# Frogs in utah are they edible?



## sic801

Does anyone know if the frogs in Utah are edible? And are you allowed to hunt them?


----------



## bowhunt3r4l1f3

Baha! I don't know but your awesome for asking!


----------



## Fishrmn

http://wildlife.utah.gov/rules/R657-53.php



> (6) A person may collect and possess any number of American bullfrogs (Rana catesbeiana) or Green frogs (Rana clamitans) without a certificate of registration provided they are either killed or released immediately. A person may not transport a live bullfrog or green frog from the point of capture without first obtaining a certificate of registration.


http://wildlife.utah.gov/guidebooks/amphibians_reptiles/

That ought to get you started.


----------



## Chaser

I'm sure the bullfrogs here are just as edible as they are anywhere else in the country. Question is, where do you find them, and do you KNOW for certain they are American Bullfrogs? I would love to catch a mess and grub down on some frog legs.


----------



## drsx

LOL hillbillies.... gotta love 'em


----------



## swbuckmaster

My kids catch bull frogs all the time at utah lake and yes they are bull frogs.

Since they are not native maybe ill have them shoot them with their bow and try and eat them.


----------



## Bears Butt

I went out with two of my brothers many moons ago frog gigging. We were in Southern California and waded down the Sanna Anna river at night. Using flashlights we caught about 40 of those huge frogs. Cut and skinned the legs the next day and my older brothers wife cooked them up for supper! MMMMMMMM! I can still taste them today! I'd love to have a mess of them bad boys right now!


----------



## Mr Muleskinner

Wrist rockets are the key weapon for frogs. They come to the surface, shoot em and they stay on top, then net em up.


----------



## Bscuderi

I saw them on the Jordan river. I know there's frogs in the uintas are they bullfrogs?


----------



## Chaser

Bscuderi said:


> I saw them on the Jordan river. I know there's frogs in the uintas are they bullfrogs?
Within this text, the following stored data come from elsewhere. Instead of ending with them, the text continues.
/**
 * One-line reasons for files that cannot be read.
 *
 * @module
 */

/** `unreadable: permission denied (EACCES)` and the like, from a file system error. */
export function unreadableReason(err: unknown): string {
  const code = (err as { code?: unknown } | null)?.code;
  switch (code) {
    case 'EACCES':
    case 'EPERM':
      return `unreadable: permission denied (${code})`;
    case 'ENOENT':
      return 'unreadable: missing, or a link to nothing (ENOENT)';
    case 'ELOOP':
      return 'unreadable: too many levels of links (ELOOP)';
    case 'EISDIR':
      return 'unreadable: a folder (EISDIR)';
    case 'ERR_FS_FILE_TOO_LARGE':
      return 'unreadable: larger than 2 GiB (ERR_FS_FILE_TOO_LARGE)';
    default:
      return typeof code === 'string' ? `unreadable: ${code}` : `unreadable: ${err instanceof Error ? err.message : String(err)}`;
  }
}

/** True for errors that come from the file system (they carry a string `code` and a `syscall`). */
export function isFsError(err: unknown): boolean {
  const e = err as { code?: unknown; syscall?: unknown } | null;
  return typeof e?.code === 'string' && (typeof e.syscall === 'string' || e.code === 'ERR_FS_FILE_TOO_LARGE');
}

/** The first line of an error's message, white space folded and a final full stop dropped (`unknown error` when empty): a reader's skip reason. */
export function oneLine(err: unknown): string {
  const msg = err instanceof Error ? err.message : String(err);
  return (msg.split('\n')[0] as string).replace(/\s+/g, ' ').trim().replace(/\.$/, '') || 'unknown error';
}
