/**
 * Rows already split into cells (a spreadsheet's sheet, a reference
 * manager's records) to documents, the way a CSV export's rows become
 * documents: the first row is the header, the text, id and title columns are
 * chosen by name (or guessed), and every column but the id goes into
 * `fields` so the rows join back.
 *
 * @module
 */
import { show } from '../util/errors.js';
import type { ExportRead } from './csv.js';
import { chooseColumns, listNumbers, RowCollector, tableHeader } from './table.js';

/** The column options a table of rows is read with. */
export interface RowTableOptions {
  readonly text: readonly string[] | null;
  readonly id: string | null;
  readonly title: string | null;
}


/**
 * Reads a header and rows of cells as documents. `rows[i]` is row `i + 1`
 * (ids default to that number); `lines[i]`, when given, is where the row
 * stands in its file for messages (a sheet's row number). Missing cells are
 * empty; cells past the header are dropped (with a warning).
 * `defaultText`: the text columns used when `options.text` is null and they
 * exist (else the usual guess). Throws `UsageError` for a named column the
 * header lacks.
 */
export function readRowTable(
  name: string,
  header: readonly string[],
  rows: readonly (readonly string[])[],
  options: RowTableOptions,
  extra: { readonly lines?: readonly number[]; readonly defaultText?: readonly string[] } = {},
): ExportRead {
  const warnings: string[] = [];
  const { names, renamed } = tableHeader(header);
  for (const r of renamed) warnings.push(`${name}: ${r}`);
  const width = names.length;
  let text = options.text;
  if (text === null && extra.defaultText !== undefined) {
    const present = extra.defaultText.filter((c) => names.includes(c));
    if (present.length > 0) text = present;
  }
  const chosen = chooseColumns(name, { accepted: names, listed: names, top: names }, { ...options, text });
  const textIdx = chosen.text.map((c) => names.indexOf(c));
  const idIdx = chosen.id === null ? -1 : names.indexOf(chosen.id);
  const titleIdx = chosen.title === null ? -1 : names.indexOf(chosen.title);
  const collector = new RowCollector(name, idIdx === -1);
  const long: number[] = [];
  rows.forEach((record, i) => {
    if (record.length > width) long.push(extra.lines?.[i] ?? i + 1);
    const fields = new Map<string, string>();
    for (let c = 0; c < width; c++) if (c !== idIdx) fields.set(names[c] as string, record[c] ?? '');
    collector.add(
      i + 1,
      idIdx === -1 ? undefined : record[idIdx],
      textIdx.map((c) => record[c] ?? ''),
      titleIdx === -1 ? undefined : record[titleIdx],
      fields,
    );
  });
  if (rows.length === 0) warnings.push(`${name} has a header but no rows`);
  if (long.length > 0) {
    warnings.push(`${name}: ${long.length} row(s) have more cells than the header's ${width}; the extra ones are dropped (rows ${listNumbers(long)})`);
  }
  warnings.push(...collector.warnings());
  const titleColumn = chosen.titleGuessed && chosen.title !== null ? chosen.title : undefined;
  return { docs: collector.docs, warnings, rowsSeen: rows.length, ...(titleColumn === undefined ? {} : { titleColumn }) };
}
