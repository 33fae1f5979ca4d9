/**
 * Plain text and Markdown documents: line endings, titles, front matter and
 * link targets.
 *
 * @module
 */
import { capTitle, firstLine } from '../util/title.js';

export { TITLE_MAX, capTitle, firstLine } from '../util/title.js';

/** `\r\n` and lone `\r` become `\n`. */
export function normalizeNewlines(s: string): string {
  return s.indexOf('\r') === -1 ? s : s.replace(/\r\n?/g, '\n');
}


/** A plain text document: line endings normalised, outer white space trimmed; title = first non-empty line. */
export function readPlainText(source: string): { text: string; title: string } {
  const text = normalizeNewlines(source).trim();
  return { text, title: firstLine(text) };
}

const FENCE = /^ {0,3}(`{3,}|~{3,})/;
const ATX = /^ {0,3}#{1,6}(?:[ \t]+(.*?))?[ \t]*$/;
const SETEXT_UNDERLINE = /^ {0,3}(?:=+|-+)[ \t]*$/;
// [text](target) and ![alt](target), target without spaces, optional "title".
const LINK = /(!?)\[([^\]\n]*)\]\((?:[^()\s]|\([^()\s]*\))*(?:[ \t]+(?:"[^"\n]*"|'[^'\n]*'))?\)/g;

function cleanHeading(s: string): string {
  return capTitle(s.replace(/\*\*|`/g, ''));
}

/** The first heading (ATX `# x` or setext `x` over `===`/`---`) outside code fences; `''` if none. */
export function markdownHeading(text: string): string {
  const lines = text.split('\n');
  let fence: string | null = null;
  for (let i = 0; i < lines.length; i++) {
    const line = lines[i] as string;
    const f = FENCE.exec(line);
    if (fence !== null) {
      if (f && (f[1] as string)[0] === fence[0] && (f[1] as string).length >= fence.length) fence = null;
      continue;
    }
    if (f) {
      fence = f[1] as string;
      continue;
    }
    const atx = ATX.exec(line);
    if (atx) {
      const content = (atx[1] ?? '').replace(/(?:^|[ \t]+)#+$/, '').trim();
      if (content !== '') return cleanHeading(content);
      continue;
    }
    const next = lines[i + 1];
    if (next !== undefined && line.trim() !== '' && !/^ {4}|^\t/.test(line) && SETEXT_UNDERLINE.test(next)) {
      return cleanHeading(line);
    }
  }
  return '';
}

/**
 * A Markdown document. A leading YAML front matter block (`---` … `---`) is
 * removed from the text, and its `title:` wins as the title. Links and images
 * keep their text (`[a](url)` → `a`, `![alt](src)` → `alt`) so link targets
 * do not become terms. Title otherwise: the first heading, else the first
 * non-empty line.
 */
export function readMarkdown(source: string): { text: string; title: string } {
  let body = normalizeNewlines(source);
  let metaTitle = '';
  const fm = /^---[ \t]*\n([\s\S]*?\n)?(?:---|\.\.\.)[ \t]*(?:\n|$)/.exec(body);
  if (fm) {
    body = body.slice(fm[0].length);
    const t = /^title:[ \t]*(.*)$/m.exec(fm[1] ?? '');
    if (t) metaTitle = capTitle((t[1] as string).trim().replace(/^(["'])(.*)\1$/, '$2'));
  }
  const text = body.replace(LINK, (_m, _bang: string, label: string) => label).trim();
  const title = metaTitle || markdownHeading(text) || firstLine(text);
  return { text, title };
}
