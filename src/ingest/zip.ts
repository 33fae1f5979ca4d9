/**
 * Just enough of the ZIP format (PKWARE APPNOTE.TXT, §4.3: local file
 * headers, central directory, end of central directory record; from memory)
 * to list an archive's entries and read a small one: enough to recognise a
 * Word document, check its sizes before it is unpacked, and read its core
 * properties. ZIP64 archives are listed as far as their classic records go.
 *
 * @module
 */
import { inflateRawSync } from 'node:zlib';

/** One entry of the central directory. */
export interface ZipEntry {
  /** The name as stored (forward slashes; read as UTF-8). */
  readonly name: string;
  /** 0 stored, 8 deflated; others are not read. */
  readonly method: number;
  readonly compressedSize: number;
  /** Uncompressed size, as the archive declares it. */
  readonly size: number;
  /** Offset of the entry's local header. */
  readonly localOffset: number;
  /** Bit 0 of the general purpose flags: the entry is encrypted. */
  readonly encrypted: boolean;
}

const EOCD = 0x06054b50;
const CENTRAL = 0x02014b50;
const LOCAL = 0x04034b50;

/** True when `b` starts like a ZIP archive (a local file header, or the end record of an empty archive). */
export function looksLikeZip(b: Uint8Array): boolean {
  return b.length >= 4 && b[0] === 0x50 && b[1] === 0x4b && ((b[2] === 3 && b[3] === 4) || (b[2] === 5 && b[3] === 6));
}

/**
 * The entries of a ZIP archive, in central directory order. Throws an
 * `Error` with a short message when there is no end of central directory
 * record or the directory runs past the data.
 */
export function zipEntries(buf: Buffer): ZipEntry[] {
  const minStart = Math.max(0, buf.length - 22 - 0xffff);
  let eocd = -1;
  for (let i = buf.length - 22; i >= minStart; i--) {
    if (buf.readUInt32LE(i) === EOCD) {
      eocd = i;
      break;
    }
  }
  if (eocd === -1) throw new Error('no end of central directory record');
  const count = buf.readUInt16LE(eocd + 10);
  const cdOffset = buf.readUInt32LE(eocd + 16);
  const entries: ZipEntry[] = [];
  let p = cdOffset;
  for (let n = 0; n < count; n++) {
    if (p + 46 > buf.length || buf.readUInt32LE(p) !== CENTRAL) throw new Error('central directory is cut short or damaged');
    const flags = buf.readUInt16LE(p + 8);
    const method = buf.readUInt16LE(p + 10);
    const compressedSize = buf.readUInt32LE(p + 20);
    const size = buf.readUInt32LE(p + 24);
    const nameLen = buf.readUInt16LE(p + 28);
    const extraLen = buf.readUInt16LE(p + 30);
    const commentLen = buf.readUInt16LE(p + 32);
    const localOffset = buf.readUInt32LE(p + 42);
    if (p + 46 + nameLen > buf.length) throw new Error('central directory is cut short or damaged');
    const name = buf.toString('utf8', p + 46, p + 46 + nameLen);
    entries.push({ name, method, compressedSize, size, localOffset, encrypted: (flags & 1) === 1 });
    p += 46 + nameLen + extraLen + commentLen;
  }
  return entries;
}

/**
 * The uncompressed bytes of `entry` (stored or deflated), at most
 * `maxBytes` of them. Throws an `Error` for other methods, encryption,
 * damaged data or a larger entry.
 */
export function zipRead(buf: Buffer, entry: ZipEntry, maxBytes: number): Buffer {
  if (entry.encrypted) throw new Error(`${entry.name} is encrypted`);
  const p = entry.localOffset;
  if (p + 30 > buf.length || buf.readUInt32LE(p) !== LOCAL) throw new Error(`${entry.name}: local header missing`);
  const start = p + 30 + buf.readUInt16LE(p + 26) + buf.readUInt16LE(p + 28);
  const data = buf.subarray(start, start + entry.compressedSize);
  if (data.length < entry.compressedSize) throw new Error(`${entry.name}: data cut short`);
  if (entry.method === 0) {
    if (data.length > maxBytes) throw new Error(`${entry.name} is larger than ${maxBytes} bytes`);
    return data;
  }
  if (entry.method === 8) return inflateRawSync(data, { maxOutputLength: maxBytes });
  throw new Error(`${entry.name}: compression method ${entry.method} is not supported`);
}
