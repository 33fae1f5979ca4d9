/**
 * Mailbox files (`.mbox`, RFC 4155 "The application/mbox Media Type") split
 * into their messages, each then read by the e-mail reader.
 *
 * RFC 4155 §2: a mailbox is a series of messages, each starting with a
 * "From_" line (`From ` followed by the envelope sender and a timestamp)
 * and ending with an empty line. Lines inside a message that would look like
 * a From_ line are written with a `>` in front (`>From `); the "mboxrd"
 * variant also quotes lines already starting with `>From ` by adding one more
 * `>` (`>>From `). Both are undone here by removing one `>` from every line
 * of the form `>…>From ` (common practice for reading either variant; an
 * "mboxo" line that truly began with `>From ` loses its `>`, which the
 * format cannot tell apart).
 *
 * A line starting with `From ` opens a new message when it is the first
 * line, or follows an empty line, or has the full From_ shape (`From
 * <sender> <asctime date>`), so mailboxes written without the empty line are
 * split too. LF and CRLF line endings are both read; bytes are kept as they
 * are (each message declares its own character sets).
 *
 * @module
 */

/** The shape of a complete From_ line: `From sender Www Mmm dd hh:mm[:ss] [zone] yyyy` (RFC 4155 §2, asctime date). */
const FROM_LINE = /^From \S+ +(?:Mon|Tue|Wed|Thu|Fri|Sat|Sun) (?:Jan|Feb|Mar|Apr|May|Jun|Jul|Aug|Sep|Oct|Nov|Dec) +\d{1,2} \d{1,2}:\d{2}(?::\d{2})?(?: [A-Za-z+\-0-9]+)? \d{4}\s*$/;

/** One message of a mailbox. */
export interface MboxMessage {
  /** 1-based position in the mailbox. */
  readonly index: number;
  /** The line (1-based) of its From_ line. */
  readonly line: number;
  /** The message as bytes: From_ line removed, `>From ` lines unquoted, the separating empty line dropped. */
  readonly bytes: Buffer;
}

/** True when the bytes (after blank lines) start with a complete From_ line (`From sender asctime-date`). */
export function looksLikeMbox(b: Uint8Array): boolean {
  const head = Buffer.from(b.buffer, b.byteOffset, Math.min(b.byteLength, 1024)).toString('latin1').replace(/^(?:\r?\n)+/, '');
  const nl = head.indexOf('\n');
  return nl !== -1 && FROM_LINE.test(head.slice(0, nl).replace(/\r$/, ''));
}

const FROM = Buffer.from('From ', 'latin1');

/** True when `buf[start…end)` (a line without its LF) is empty or a lone CR. */
function blank(buf: Buffer, start: number, end: number): boolean {
  return end === start || (end === start + 1 && buf[start] === 0x0d);
}

/** True when the line starts with `>`s followed by `From ` (a quoted From_ line). */
function quotedFrom(buf: Buffer, start: number, end: number): boolean {
  let i = start;
  while (i < end && buf[i] === 0x3e) i++;
  return i > start && end - i >= 5 && buf.compare(FROM, 0, 5, i, i + 5) === 0;
}

/**
 * Splits a mailbox into its messages (see the module's description),
 * working on the bytes line by line (a mailbox may be larger than the
 * longest string). Returns `null` when it does not start (after blank
 * lines) with a From_ line.
 */
export function splitMbox(buf: Buffer): MboxMessage[] | null {
  // Line starts and ends (without the LF).
  let pos = 0;
  let lineNo = 0;
  const nextLine = (): { start: number; end: number } | null => {
    if (pos >= buf.length) return null;
    const nl = buf.indexOf(0x0a, pos);
    const start = pos;
    const end = nl === -1 ? buf.length : nl;
    pos = nl === -1 ? buf.length : nl + 1;
    lineNo++;
    return { start, end };
  };
  const startsWithFrom = (l: { start: number; end: number }): boolean => l.end - l.start >= 5 && buf.compare(FROM, 0, 5, l.start, l.start + 5) === 0;
  let line = nextLine();
  while (line !== null && blank(buf, line.start, line.end)) line = nextLine();
  if (line === null || !startsWithFrom(line)) return null;
  const out: MboxMessage[] = [];
  let parts: Buffer[] = [];
  let startLine = lineNo;
  let prevBlank = false;
  let lastBlank: { start: number; end: number } | null = null;
  const finish = (): void => {
    // The empty line that ends a message (RFC 4155 §2) is not part of it.
    if (lastBlank !== null) parts.pop();
    out.push({ index: out.length + 1, line: startLine, bytes: Buffer.concat(parts) });
  };
  for (line = nextLine(); line !== null; line = nextLine()) {
    const { start, end } = line;
    if (startsWithFrom(line)) {
      const bare = buf.toString('latin1', start, Math.min(end, start + 512)).replace(/\r$/, '');
      if (prevBlank || FROM_LINE.test(bare)) {
        finish();
        parts = [];
        startLine = lineNo;
        prevBlank = false;
        lastBlank = null;
        continue;
      }
    }
    const withNl = buf.subarray(quotedFrom(buf, start, end) ? start + 1 : start, end);
    parts.push(withNl, NL);
    prevBlank = blank(buf, start, end);
    lastBlank = prevBlank ? line : null;
    if (prevBlank) {
      // Keep the blank line and its LF as one part, so finish() can drop it whole.
      parts.pop();
      parts.pop();
      parts.push(Buffer.concat([withNl, NL]));
    }
  }
  finish();
  return out;
}

const NL = Buffer.from('\n', 'latin1');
Most of the frogs up there are tiny. Wouldn't even be worth eating.


----------



## swbuckmaster

Bull frogs are so big they will eat any other native utah frog if they see them.


----------



## Bax*

Well if you do decide to go after them, here is a recipe posted a couple of months ago:

http://utahwildlife.net/forum/viewtopic.php?f=50&t=41327


----------



## 10yearquest

willard bay has bullfrogs.


----------



## stimmie78

A few years back the DWR came to a Roosevelt City Council meeting stating that American Bullfrogs have been found in the ponds at the golf course. They wanted any and all measures used to get rid of them. Not sure if that's still a problem or not.


----------



## 2litl2l8

I actually eat Utah bullfrogs all the time....delicious I have even gotten my kids to eat them. Not the wife yet but I am wearing her down!!!


----------



## mtnrunner260

Large frogs in the Unitas could be Boreal Toads.
They are some kind of status, endangered, threatened, sensitive or whatever but shouldn't be harvested.


----------



## BPturkeys

I see them guys on Swamp People harvesting and eating them, and frankly, they look pretty good to me. Those guys, especially Willy...love that toothless guy...just reaches out and grabs'em, puts 'em in a sack and heads on home. I suppose there's no use asking what they taste like is there? :lol: :lol:


----------



## middlefork

[quote=" I suppose there's no use asking what they taste like is there? :lol: :lol:[/quote]

Most the time I've had them they taste like butter and garlic  but some say they might taste like chicken


----------



## StillAboveGround

You have not yet lived if you'unz aint et frog


----------



## Narient

Living in Missouri for a while, I can tell you that frog legs were EVERYWHERE. Chinese buffet? Yep. Mom & Pop dining? Yep. Gas stations? You bet. when they're not seasoned as well as most of us would like, they taste like a slightly fishy chicken. Even then, they're not too shabby.


----------



## Kingfisher

frogs taste like rattlesnake. cook the same as well. lots of times they reflex and try to hop out of the pan. just as tasty as most other critters. just dangle a hook with a salmon egg or some other bright color in front of them and they will bite, hook and cook.


----------



## hatuquack

I love to eat me some frog legs. Take your fishing pole, put some red yarn on the hook, spot a frog in the water, wave it in front of him, he will jump to grab the yarn, reel him in, instant frog legs, yummmmmmmmmmmm.


----------